Monsieur le Premier ministre, à quoi sert de nous avoir longuement mobilisés, ici même, pour débattre sur le séparatisme, si c’est pour renforcer un apartheid social aux portes de Paris ? (Applaudissements sur les bancs des groupes GDR, SOC et FI.) À quoi sert le plan « Un État plus fort en Seine-Saint-Denis », bâti à partir de notre rapport parlementaire, si c’est pour reporter sur ce territoires les sérieux problèmes qu’on ne veut pas régler ailleurs ? Comment voulez-vous donner crédit aux valeurs de la République et de solidarité nationale en déplaçant la misère et la détresse sociale dans les quartiers populaires ?
Monsieur le Premier ministre, quelles décisions entendez-vous prendre, d’abord pour revenir au plus vite sur votre décision indécente de déplacer ces toxicomanes ; ensuite, pour apporter une réponse sécuritaire, mais aussi sanitaire, en mettant les toxicomanes à l’abri et en les soignant ; enfin, pour que la Seine-Saint-Denis et la dignité de ses habitants soient respectées ? (Applaudissements sur les bancs des groupes GDR, SOC, FI et LT.)

La parole est à M. le ministre de l’intérieur.
M. Gérald Darmanin, ministre de l’intérieur.
Monsieur Peu, derrière votre intervention, il y a des femmes, des hommes et parfois des enfants, qu’il s’agisse des riverains de Paris ou de Seine-Saint-Denis, ou de ceux que l’on peut qualifier de toxicomanes – je ne reprendrai pas le mot que vous avez utilisé, qui a largement dépassé votre pensée (Gestes d’incompréhension sur les bancs du groupe GDR) , car nous savons que vous êtes un humaniste.
Nous ne déplaçons pas la misère.

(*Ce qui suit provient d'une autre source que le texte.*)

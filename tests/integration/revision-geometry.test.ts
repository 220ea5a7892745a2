// What the viewer opens a revision with (issue 13: bytes before the first drawn roof): the binary geometry
// (lib/models/geometry-wire.ts) reads back equal to the stored model (coordinates to Float32 precision), the JSON
// overview carries the result ids, the analysis status and the review without per-member rows, and together they
// are a fraction of the whole revision's JSON, which stays for the browser what-ifs. The geometry is immutable
// (strong ETag, 304). Who may read either: tests/security/revision-geometry-access.test.ts.
import { eq } from "drizzle-orm";
import { afterAll, beforeAll, describe, expect, it } from "vitest";
import { POST as createRevision } from "@/app/api/projects/[projectId]/models/route";
import { GET as getRevision } from "@/app/api/projects/[projectId]/models/[number]/route";
import { GET as getGeometry } from "@/app/api/projects/[projectId]/models/[number]/geometry/route";
import { GET as getSummary } from "@/app/api/projects/[projectId]/models/[number]/summary/route";
import { analysisRuns, modelRevisions } from "@/db/schema";
import type { AnalysisResult } from "@/lib/analysis/analyze";
import type { TrussModel } from "@/lib/analysis/model";
import { packGeometry, unpackGeometry } from "@/lib/models/geometry-wire";
import { backfillRevisionGeometry } from "@/lib/commands/backfill-revision-geometry";
import { runAnalysisJob } from "@/server/jobs/analysis";
import { closeDb, getDb, requireIntegrationEnv } from "../support/db";
import { createProjectFixture, type FixtureUser, type ProjectFixture } from "../support/fixtures";
import { buildRequest, routeContext } from "../support/session";

let fx: ProjectFixture;
let number: number;
let revisionId: string;
let model: TrussModel;
let result: AnalysisResult;

const call = async (handler: typeof getGeometry, path: string, n: number, user: FixtureUser, headers: Record<string, string> = {}) => {
  const request = await buildRequest(`/api/projects/${fx.projectId}/models/${n}${path}`, { user });
  for (const [name, value] of Object.entries(headers)) request.headers.set(name, value);
  return handler(request, routeContext({ projectId: fx.projectId, number: String(n) }));
};

async function generate(name: string) {
  const roof = { kind: "generate", params: { name, spanX: 9, spanY: 6, module: 3, depth: 1.5 } };
  const response = await createRevision(await buildRequest(`/api/projects/${fx.projectId}/models`, { method: "POST", body: roof, user: fx.users.structural_engineer }), routeContext({ projectId: fx.projectId }));
  expect(response.status).toBe(202);
  return (await response.json()) as { revision: { id: string; number: number }; job: { id: string } };
}

beforeAll(async () => {
  requireIntegrationEnv();
  fx = await createProjectFixture("revision-geometry");
  // The product's path: a generated roof is saved and the jobs process analyses, reviews and stores it.
  const saved = await generate("Geometry grid");
  expect(await runAnalysisJob(saved.job.id)).toBe("done");
  number = saved.revision.number;
  revisionId = saved.revision.id;
  const [revision] = await getDb().select().from(modelRevisions).where(eq(modelRevisions.id, revisionId));
  const [run] = await getDb().select().from(analysisRuns).where(eq(analysisRuns.revisionId, revisionId));
  model = revision.model;
  result = run.result;
});
afterAll(closeDb);

describe("a revision's geometry", () => {
  it("reads back equal to the stored model, in model order", async () => {
    const response = await call(getGeometry, "/geometry", number, fx.users.viewer);
    expect(response.status).toBe(200);
    expect(response.headers.get("content-type")).toBe("application/octet-stream");
    const wire = unpackGeometry(await response.arrayBuffer());
    expect(wire.nodeIds).toEqual(model.nodes.map((n) => n.id));
    expect(wire.memberIds).toEqual(model.members.map((m) => m.id));
    model.nodes.forEach((node, k) => expect([...wire.coordinates.subarray(3 * k, 3 * k + 3)]).toEqual([Math.fround(node.x), Math.fround(node.y), Math.fround(node.z)]));
    model.members.forEach((member, k) => {
      expect([wire.nodeIds[wire.ends[2 * k]], wire.nodeIds[wire.ends[2 * k + 1]]]).toEqual([member.i, member.j]);
      expect(wire.sectionIds[wire.sections[k]]).toBe(member.section);
    });
  });

  it("is immutable: a strong ETag naming the revision, cached for a year, 304 when the browser has it", async () => {
    const first = await call(getGeometry, "/geometry", number, fx.users.architect);
    const etag = first.headers.get("etag")!;
    expect(etag).toMatch(/^"[^"]+"$/);
    expect(first.headers.get("cache-control")).toBe("private, max-age=31536000, immutable");
    expect(first.headers.get("vary")).toBe("Cookie");
    const again = await call(getGeometry, "/geometry", number, fx.users.architect, { "if-none-match": etag });
    expect(again.status).toBe(304);
    expect(await again.text()).toBe("");
    const other = await generate("Another grid");
    expect((await call(getGeometry, "/geometry", other.revision.number, fx.users.architect)).headers.get("etag")).not.toBe(etag);
  });

  it("is packed once, when the revision is saved, and served as stored", async () => {
    const [row] = await getDb().select({ geometry: modelRevisions.geometry }).from(modelRevisions).where(eq(modelRevisions.id, revisionId));
    expect(row.geometry).not.toBeNull();
    expect(Buffer.from(row.geometry!).equals(Buffer.from(packGeometry(model)))).toBe(true);
    const served = new Uint8Array(await (await call(getGeometry, "/geometry", number, fx.users.viewer)).arrayBuffer());
    expect(Buffer.from(served).equals(Buffer.from(row.geometry!))).toBe(true);
  });

  it("of a revision saved before geometry was stored (migration 0019) is packed from its model, the same bytes, until the migrate step stores it", async () => {
    const old = await generate("Grid saved before 0019");
    const [stored] = await getDb().select({ geometry: modelRevisions.geometry, model: modelRevisions.model }).from(modelRevisions).where(eq(modelRevisions.id, old.revision.id));
    await getDb().update(modelRevisions).set({ geometry: null }).where(eq(modelRevisions.id, old.revision.id));
    const response = await call(getGeometry, "/geometry", old.revision.number, fx.users.viewer);
    expect(response.status).toBe(200);
    const served = new Uint8Array(await response.arrayBuffer());
    expect(response.headers.get("content-length")).toBe(String(served.byteLength));
    expect(Buffer.from(served).equals(Buffer.from(stored.geometry!))).toBe(true);
    expect(unpackGeometry(served.buffer).memberIds).toEqual(stored.model.members.map((m) => m.id));
    // `npm run db:migrate` gives it the same bytes to keep
    expect(await backfillRevisionGeometry()).toBeGreaterThanOrEqual(1);
    const [filled] = await getDb().select({ geometry: modelRevisions.geometry }).from(modelRevisions).where(eq(modelRevisions.id, old.revision.id));
    expect(Buffer.from(filled.geometry!).equals(Buffer.from(stored.geometry!))).toBe(true);
  });
});

describe("a revision's overview for the viewer", () => {
  it("names the stored results and the review without per-member rows, and none of the large arrays", async () => {
    const response = await call(getSummary, "/summary", number, fx.users.viewer);
    expect(response.status).toBe(200);
    expect(response.headers.get("cache-control")).toBe("no-store");
    const { revision, abilities } = await response.json();
    expect(abilities).toEqual({ runAnalysis: false });
    expect(revision).toMatchObject({ id: revisionId, number, memberCount: model.members.length });
    expect(Object.keys(revision.model).sort()).toEqual(["combinations", "loadCases", "name", "supports"]);
    expect(revision.model.loadCases).toEqual(model.loadCases);
    expect(revision.model.supports).toEqual(model.supports);
    expect([...revision.analysis.resultIds].sort()).toEqual(Object.keys(result.results).sort());
    expect(revision.analysis.status).toBe("ok");
    // The info without its maps over every member (governing, lowForce): those come with one member's detail.
    const overview = Object.fromEntries(Object.entries(result.info).filter(([key]) => key !== "governing" && key !== "lowForce"));
    expect(revision.analysis.info).toEqual(overview);
    expect(revision.analysis.info).not.toHaveProperty("governing");
    expect(revision.analysis.review.standard).toBeTruthy();
    expect(revision.analysis.review.members).toBeUndefined();
    expect(revision.analysis).not.toHaveProperty("result");
  });

  it("with the geometry, is a fraction of the whole revision the what-ifs fetch", async () => {
    const opening = (await (await call(getSummary, "/summary", number, fx.users.viewer)).arrayBuffer()).byteLength + (await (await call(getGeometry, "/geometry", number, fx.users.viewer)).arrayBuffer()).byteLength;
    const whole = (await (await call(getRevision, "", number, fx.users.viewer)).arrayBuffer()).byteLength;
    expect(opening).toBeLessThan(whole / 4);
  });

  it("shows a revision still being analysed with its job and no analysis; the engineer may run analyses", async () => {
    const queued = await generate("Queued grid");
    const response = await call(getSummary, "/summary", queued.revision.number, fx.users.structural_engineer);
    const { revision, abilities } = await response.json();
    expect(revision.analysis).toBeNull();
    expect(revision.job).toMatchObject({ id: queued.job.id, kind: "analysis" });
    expect(abilities).toEqual({ runAnalysis: true });
  });
});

À Paris, depuis vingt ans, une drogue a des consommateurs de plus en plus nombreux – près de cent pour cent de ceux qui l’utilisent sont dépendants – ; elle les tue au bout d’un an, dans des conditions ignobles, après leur avoir fait perdre leurs dents, leurs cheveux. On l’appelle le crack. Elle est importée depuis les Antilles et, pour partie, depuis l’Afrique. Nous luttons fortement contre ces trafics, quoique peut-être pas assez, et nous obtenons de bons résultats, même s’ils ne suffisent pas.
Je serai bref, à cause du temps limité qui m’est imparti ; les consommateurs de cette drogue se sont regroupés dans un jardin parisien. La maire de Paris, pour les mêmes raisons que vous, a souhaité fermer ce jardin et les évacuer, sans concertation avec l’État. Ils se sont donc installés dans la rue Riquet et aux alentours de celle-ci, provoquant, ces dernières semaines, une dizaine d’agressions verbales ou physiques, parfois sexuelles. Nous devons trouver des lieux pour accueillir ces personnes – la mairie de Paris doit en proposer.

M. Stéphane Peu.
Avenue Montaigne !

M. Gérald Darmanin, ministre.
Constatant cette situation absolument inacceptable et à la demande de la maire de Paris et d’autres élus, j’ai pris la responsabilité de déplacer ces personnes dans le square de la porte de La Villette, à Paris, qui a l’avantage de ne pas avoir de riverains immédiats – ce point est très important, nous irons ensemble si vous le voulez.

M. Stéphane Peu.
Je connais, j’y habite, vous savez !

M. Gérald Darmanin, ministre.
Cette solution est très temporaire ; elle ne pourra durer que quelques heures ou quelques jours. Nous avons en outre déployé les moyens policiers et matériels permettant d’éviter que ces personnes ne se rendent en Seine-Saint-Denis. Jeudi matin, une réunion, qui se tiendra sous l’autorité du préfet de la région d’Île-de-France et du préfet de police de Paris, avec tous les élus qui souhaitent y participer, permettra de mettre fin très rapidement à la situation. Il faut pour cela que la mairie de Paris nous propose des lieux.
vous avez raison, ce n’est pas une question de sécurité, mais bien une question sanitaire.